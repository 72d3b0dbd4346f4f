"""plan.xlsx as printed and as charted: readable chart titles and a page setup that
prints each sheet legibly (landscape, one page wide, header rows repeated)."""

from __future__ import annotations

import pytest
from openpyxl import load_workbook

from helpers import minimal_sheets, workbook_bytes
from reagentplan.output import write_plan_workbook
from reagentplan.pipeline import run_plan
from reagentplan.scenario import load_scenario


@pytest.fixture(scope="module")
def plan_xlsx(tmp_path_factory):
    s = minimal_sheets(days=40)
    s["suppliers"].append(["Pit T", "truck", 25, 20, 1, "Mon-Sat", 22, 150, None, 4000])
    run = run_plan(load_scenario(workbook_bytes(s)), futures=10, time_limit=20)
    path = write_plan_workbook(run, tmp_path_factory.mktemp("out") / "plan.xlsx")
    return load_workbook(path)


def _title_text(title) -> str:
    if title is None or title.tx is None or title.tx.rich is None:
        return ""
    return "".join(r.t for p in title.tx.rich.p for r in (p.r or []))


def test_charts_carry_the_unit_in_their_title_not_a_one_letter_axis_title(plan_xlsx):
    charts = plan_xlsx["Store charts"]._charts + plan_xlsx["Contracts"]._charts
    assert charts
    for chart in charts:
        assert _title_text(chart.y_axis.title) != "t"
        assert "[t]" in _title_text(chart.title)


@pytest.fixture(scope="module")
def long_xlsx(tmp_path_factory):
    """A 90-day plan: longer than its 56-day firm window."""
    s = minimal_sheets(days=90)
    run = run_plan(load_scenario(workbook_bytes(s)), futures=0, time_limit=20)
    path = write_plan_workbook(run, tmp_path_factory.mktemp("long") / "plan.xlsx")
    return load_workbook(path), run


def test_every_sheet_prints_across_its_pages_with_headers_and_page_numbers(long_xlsx):
    wb, _ = long_xlsx
    for ws in wb.worksheets:
        ps = ws.page_setup
        assert ws.sheet_properties.pageSetUpPr.fitToPage, ws.title
        assert ps.orientation == ("portrait" if ws.title == "Assumptions" else "landscape"), ws.title
        assert int(ps.fitToHeight) in (0, 1), ws.title
        assert "&P" in ws.oddFooter.right.text and "&A" in ws.oddHeader.center.text, ws.title
        assert ws.page_margins.left <= 0.5, ws.title
    pm = wb["Plant manager"]
    assert int(pm.page_setup.fitToWidth) == 1
    assert pm.print_title_rows == "$1:$1" and pm.print_title_cols == "$A:$A"
    # many columns one page wide: narrow columns with wrapped headers, not 20-character ones
    widths = [pm.column_dimensions[c].width for c in "BCDEFGHIJKLM"]
    assert widths and max(widths) <= 16
    # the daily balance's many columns go on two pages across, the date repeated
    bal = wb["Daily balance"]
    assert int(bal.page_setup.fitToWidth) == -(-bal.max_column // 20) >= 2
    assert bal.print_title_cols == "$A:$A"


def test_daily_sheets_print_the_firm_window_and_say_so(long_xlsx):
    wb, run = long_xlsx
    firm = run.plan.firm_days
    pm = wb["Plant manager"]
    assert pm.max_row == 1 + 90  # the sheet keeps every day
    from openpyxl.utils import get_column_letter

    assert pm.print_area == f"'Plant manager'!$A$1:${get_column_letter(pm.max_column)}${1 + firm}"
    assert int(pm.page_setup.fitToHeight) == 1
    assert "firm window" in pm.oddFooter.left.text
    for name in ("Daily balance", "Sales"):
        assert wb[name].print_area, name
    assert not wb["Coordinator"].print_area  # every order to book is printed
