"""The removal lever and the allowances where people see them: the "Scrubber and permit"
sheet of plan.xlsx, the console lines, and the plant manager's "SO2 removal and permit"
panel."""

from __future__ import annotations


import numpy as np
import openpyxl
import pandas as pd
import pytest

from helpers import START, minimal_sheets, workbook_bytes
from test_removal_lever import outage_station
from reagentplan.output.plan_workbook import write_plan_workbook
from reagentplan.pipeline import run_plan
from reagentplan.scenario import load_scenario
from reagentplan.schedule.lever import lever_days
from reagentplan.summary import describe_lever, describe_plan

from reagentplan.dashboard import callbacks, figures
from reagentplan.dashboard.views import plant

SHEET = "Scrubber and permit"


@pytest.fixture(scope="module")
def lever_run():
    """The late-train station: a removal range of 95-99 %, a 7-day permit average and
    allowances; the plan dips below its 98.5 % setpoint while no train can come."""
    return run_plan(load_scenario(workbook_bytes(outage_station())), futures=0, firm_days=15,
                    time_limit=20)


@pytest.fixture(scope="module")
def fixed_run():
    """The tests' plain station: a fixed removal and no allowances."""
    return run_plan(load_scenario(workbook_bytes(minimal_sheets(days=10))), futures=0, time_limit=20)


def _sheet_table(ws, header_row: int, width: int) -> pd.DataFrame:
    rows = list(ws.iter_rows(min_row=header_row, max_col=width, values_only=True))
    head, body = rows[0], [r for r in rows[1:] if r[0] is not None]
    return pd.DataFrame(body, columns=head)


def test_the_lever_run_dips_and_trades(lever_run):
    s = lever_run.plan.summary()
    assert lever_run.plan.plan.removal is not None
    assert s["removal"]["dips"], "the fixture should dip below the setpoint"
    assert "allowances" in s


# --------------------------------------------------------------------------- plan.xlsx


def test_sheet_has_the_daily_removal_and_permit_equal_to_the_balance(lever_run, tmp_path):
    path = write_plan_workbook(lever_run, tmp_path / "plan.xlsx")
    wb = openpyxl.load_workbook(path)
    assert SHEET in wb.sheetnames
    ws = wb[SHEET]
    assert ws.freeze_panes == "A5"
    table = _sheet_table(ws, 4, 8)
    assert list(table.columns) == ["date", "SO2 removal chosen [%]", "removal min [%]", "removal max [%]",
                                   "setpoint [%]", "SO2 emitted [t]", "rolling average [kg/GJ]",
                                   "permit limit [kg/GJ]"]
    bal = lever_run.plan.balance
    assert len(table) == len(bal)
    assert [pd.Timestamp(d) for d in table["date"]] == list(pd.to_datetime(bal["date"]))
    np.testing.assert_allclose(table["SO2 removal chosen [%]"].astype(float), bal["removal_pct"], rtol=1e-12)
    np.testing.assert_allclose(table["SO2 removal chosen [%]"].astype(float), lever_run.plan.plan.removal,
                               atol=1e-9)
    np.testing.assert_allclose(table["SO2 emitted [t]"].astype(float), bal["so2_emitted_t"], rtol=1e-12)
    np.testing.assert_allclose(table["rolling average [kg/GJ]"].astype(float), bal["so2_rolling_kg_per_gj"],
                               rtol=1e-12)
    np.testing.assert_allclose(table["permit limit [kg/GJ]"].astype(float), bal["so2_limit_kg_per_gj"],
                               rtol=1e-12)
    assert set(table["removal min [%]"]) == {95} and set(table["removal max [%]"]) == {99}
    assert set(table["setpoint [%]"]) == {98.5}
    assert len(ws._charts) == 2
    # the dips, with their cause, at the top right beside the daily table
    cells = {c.value: c for row in ws.iter_rows(min_row=1, max_row=12) for c in row if c.value is not None}
    assert "Days the plan runs the scrubber below its setpoint" in cells
    head = cells["lowest removal [%]"]
    first = lever_run.plan.summary()["removal"]["dips"][0]
    assert ws.cell(head.row + 1, head.column).value == pytest.approx(first["lowest_pct"])
    assert ws.cell(head.row + 1, head.column - 2).value == first["first_date"]
    assert ws.cell(head.row + 1, head.column + 2).value == first["cause"]


def test_sheet_has_the_allowance_months_and_costs_their_lines(lever_run, tmp_path):
    wb = openpyxl.load_workbook(write_plan_workbook(lever_run, tmp_path / "plan.xlsx"))
    ws = wb[SHEET]
    month_cell = next(c for row in ws.iter_rows(min_row=1, max_row=40) for c in row if c.value == "month")
    r, c0 = month_cell.row, month_cell.column
    head = [ws.cell(r, c0 + j).value for j in range(7)]
    assert head == ["month", "SO2 emitted [t]", "allocated [t]", "bought [t]", "sold [t]",
                    "money paid [USD]", "holding at month end [t]"]
    months = lever_run.plan.summary()["allowances"]["months"]
    for i, m in enumerate(months, start=1):
        got = [ws.cell(r + i, c0 + j).value for j in range(7)]
        assert got == [m["month"], m["emitted_t"], m["allocated_t"], m["bought_t"], m["sold_t"], m["cost"],
                       m["holding_end_t"]]
    costs = {row[0]: row[1] for row in wb["Costs"].iter_rows(min_row=5, values_only=True)}
    ev = lever_run.plan.evaluation.costs
    for key in ("permit_penalty", "allowances", "allowance_penalty"):
        assert costs[key.replace("_", " ")] == pytest.approx(round(ev[key], 2))


def test_no_sheet_without_a_range_or_allowances(fixed_run, tmp_path):
    wb = openpyxl.load_workbook(write_plan_workbook(fixed_run, tmp_path / "plan.xlsx"))
    assert SHEET not in wb.sheetnames
    assert lever_days(fixed_run.plan) is None


def test_allowances_alone_give_the_sheet_with_the_fixed_removal(tmp_path):
    s = minimal_sheets(days=10)
    s["allowances"] = [["date", "holding_t", "allocated_t", "buy_price_per_t", "sell_price_per_t",
                        "max_trade_t_per_month"], [START, 50, None, 300, 250, None]]
    run = run_plan(load_scenario(workbook_bytes(s)), futures=0, time_limit=20)
    assert run.plan.plan.removal is None
    ws = openpyxl.load_workbook(write_plan_workbook(run, tmp_path / "plan.xlsx"))[SHEET]
    table = _sheet_table(ws, 4, 6)
    assert list(table.columns) == ["date", "SO2 removal [%]", "setpoint [%]", "SO2 emitted [t]",
                                   "rolling average [kg/GJ]", "permit limit [kg/GJ]"]
    np.testing.assert_allclose(table["SO2 removal [%]"].astype(float), run.plan.balance["removal_pct"])


# --------------------------------------------------------------------------- console


def test_console_names_the_removal_the_dips_and_the_allowances(lever_run):
    s = lever_run.plan.summary()
    text = describe_plan(lever_run.plan)
    r = s["removal"]
    assert (f"SO2 removal chosen: mean {r['mean_pct']:.2f} %, lowest {r['lowest_pct']:.2f} % "
            f"(setpoint 98.5 %, range 95-99 %)") in text
    d = r["dips"][0]
    assert f"below the setpoint {d['first_date']}" in text and d["cause"] in text
    months = s["allowances"]["months"]
    bought = sum(m["bought_t"] for m in months)
    sold = sum(m["sold_t"] for m in months)
    assert (f"SO2 allowances: held 10,000 t at the start, bought {bought:,.0f} t, sold {sold:,.0f} t"
            in text)
    assert f"holding {months[-1]['holding_end_t']:,.0f} t at the end" in text


def test_console_shows_three_dips_then_counts_the_rest():
    dips = [{"first_date": f"2030-03-{d:02d}", "last_date": f"2030-03-{d:02d}", "lowest_pct": 96.0,
             "setpoint_pct": 98.0, "cause": f"cause {d}", "kind": "cheaper"} for d in range(1, 6)]
    summary = {"currency": "USD", "removal": {"min_pct": 95.0, "max_pct": 99.0, "setpoint_pct": 98.0,
                                              "mean_pct": 97.25, "lowest_pct": 96.0, "highest_pct": 99.0,
                                              "days_below_setpoint": 5, "days_above_setpoint": 2,
                                              "dips": dips},
               "allowances": {"opening_t": 100.0, "months": [
                   {"month": "2030-03", "emitted_t": 40.0, "allocated_t": 0.0, "bought_t": 10.0,
                    "sold_t": 0.0, "cost": 3000.0, "holding_end_t": 70.0}]}}
    lines = describe_lever(summary)
    assert lines[0] == ("  SO2 removal chosen: mean 97.25 %, lowest 96.00 % (setpoint 98 %, range 95-99 %); "
                        "5 day(s) below the setpoint, 2 above")
    assert [ln for ln in lines if "cause " in ln] == [
        f"    - below the setpoint 2030-03-0{d}, down to 96.00 %; cause: cause {d}" for d in (1, 2, 3)]
    assert "    ... and 2 more in summary.json" in lines
    assert lines[-1] == ("  SO2 allowances: held 100 t at the start, bought 10 t, sold 0 t (paid 3,000 USD), "
                         "holding 70 t at the end")
    assert describe_lever({"currency": "USD"}) == []


def test_console_is_silent_on_the_lever_without_one(fixed_run):
    assert "SO2 removal chosen" not in describe_plan(fixed_run.plan)
    assert "allowances" not in describe_plan(fixed_run.plan)


# --------------------------------------------------------------------------- dashboard


def test_removal_figure_draws_the_chosen_removal_band_setpoint_and_permit(lever_run):
    days = lever_days(lever_run.plan)
    dips = lever_run.plan.summary()["removal"]["dips"]
    fig = figures.removal_figure(days, dips, 7)
    by_name = {t.name: t for t in fig.data if t.name}
    chosen = by_name["SO2 removal chosen"]
    np.testing.assert_allclose(chosen.y, lever_run.plan.plan.removal, atol=1e-9)
    assert chosen.yaxis == "y"
    band = by_name["range the plan may choose (95-99 %)"]
    assert band.fill == "tonexty" and set(band.y) == {95.0}
    upper = fig.data[list(fig.data).index(band) - 1]
    assert set(upper.y) == {99.0}
    assert set(by_name["setpoint"].y) == {98.5}
    rolling = by_name["rolling average"]
    np.testing.assert_allclose(rolling.y, lever_run.plan.balance["so2_rolling_kg_per_gj"], rtol=1e-12)
    assert rolling.yaxis == "y2"
    assert set(by_name["permit limit"].y) == {lever_run.plan.scenario.plant.so2_limit_kg_per_gj}
    assert list(pd.to_datetime(chosen.x)) == list(pd.to_datetime(lever_run.plan.balance["date"]))
    # each dip shaded on both panels
    assert len(fig.layout.shapes) == 2 * len(dips)
    assert pd.Timestamp(fig.layout.shapes[0].x0) < pd.Timestamp(dips[0]["first_date"]) < pd.Timestamp(
        fig.layout.shapes[0].x1)


def test_plant_view_shows_the_panel_with_the_dips_in_words(lever_run):
    out = callbacks.view_outputs(plant, lever_run)
    assert len(out) == len(plant.OUTPUTS)
    panel = plant.content(lever_run)[plant.LEVER]
    assert len(panel) == 1
    text = str(panel)
    assert "SO2 removal and permit" in text
    for d in lever_run.plan.summary()["removal"]["dips"]:
        assert plant.dip_sentence(d) in text
        assert d["cause"] in plant.dip_sentence(d)
    assert "plant-allowances" in text and "Held at month end" in text


def test_plant_view_has_no_panel_without_a_range(fixed_run):
    assert plant.content(fixed_run)[plant.LEVER] == []
    assert "SO2 removal and permit" not in str(callbacks.view_outputs(plant, fixed_run))


def test_dip_sentence_in_plain_words():
    d = {"first_date": "2030-03-04", "last_date": "2030-03-06", "lowest_pct": 96.0, "setpoint_pct": 98.5,
         "cause": "low limestone: a late train", "kind": "low limestone"}
    assert plant.dip_sentence(d) == ("From Mon 04 Mar 2030 to Wed 06 Mar 2030 the plan runs the scrubber "
                                     "down to 96.00 % SO2 removal (setpoint 98.5 %). Why: low limestone: "
                                     "a late train.")
    one = dict(d, last_date="2030-03-04")
    assert plant.dip_sentence(one).startswith("On Mon 04 Mar 2030 the plan")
+===+
Each line from the top of the listing down to and including the one containing "if title is" should be transcribed exactly; nothing else is to be output.

repository 72d3b0dbd4346f4f
"""plan.xlsx as printed and as charted: readable chart titles and a page setup that
prints each sheet legibly (landscape, one page wide, header rows repeated)."""

from __future__ import annotations

import pytest
from openpyxl import load_workbook

from helpers import minimal_sheets, workbook_bytes
from reagentplan.output import write_plan_workbook
from reagentplan.pipeline import run_plan
from reagentplan.scenario import load_scenario


@pytest.fixture(scope="module")
def plan_xlsx(tmp_path_factory):
    s = minimal_sheets(days=40)
    s["suppliers"].append(["Pit T", "truck", 25, 20, 1, "Mon-Sat", 22, 150, None, 4000])
    run = run_plan(load_scenario(workbook_bytes(s)), futures=10, time_limit=20)
    path = write_plan_workbook(run, tmp_path_factory.mktemp("out") / "plan.xlsx")
    return load_workbook(path)


def _title_text(title) -> str:
    if title is None or title.tx is None or title.tx.rich is None:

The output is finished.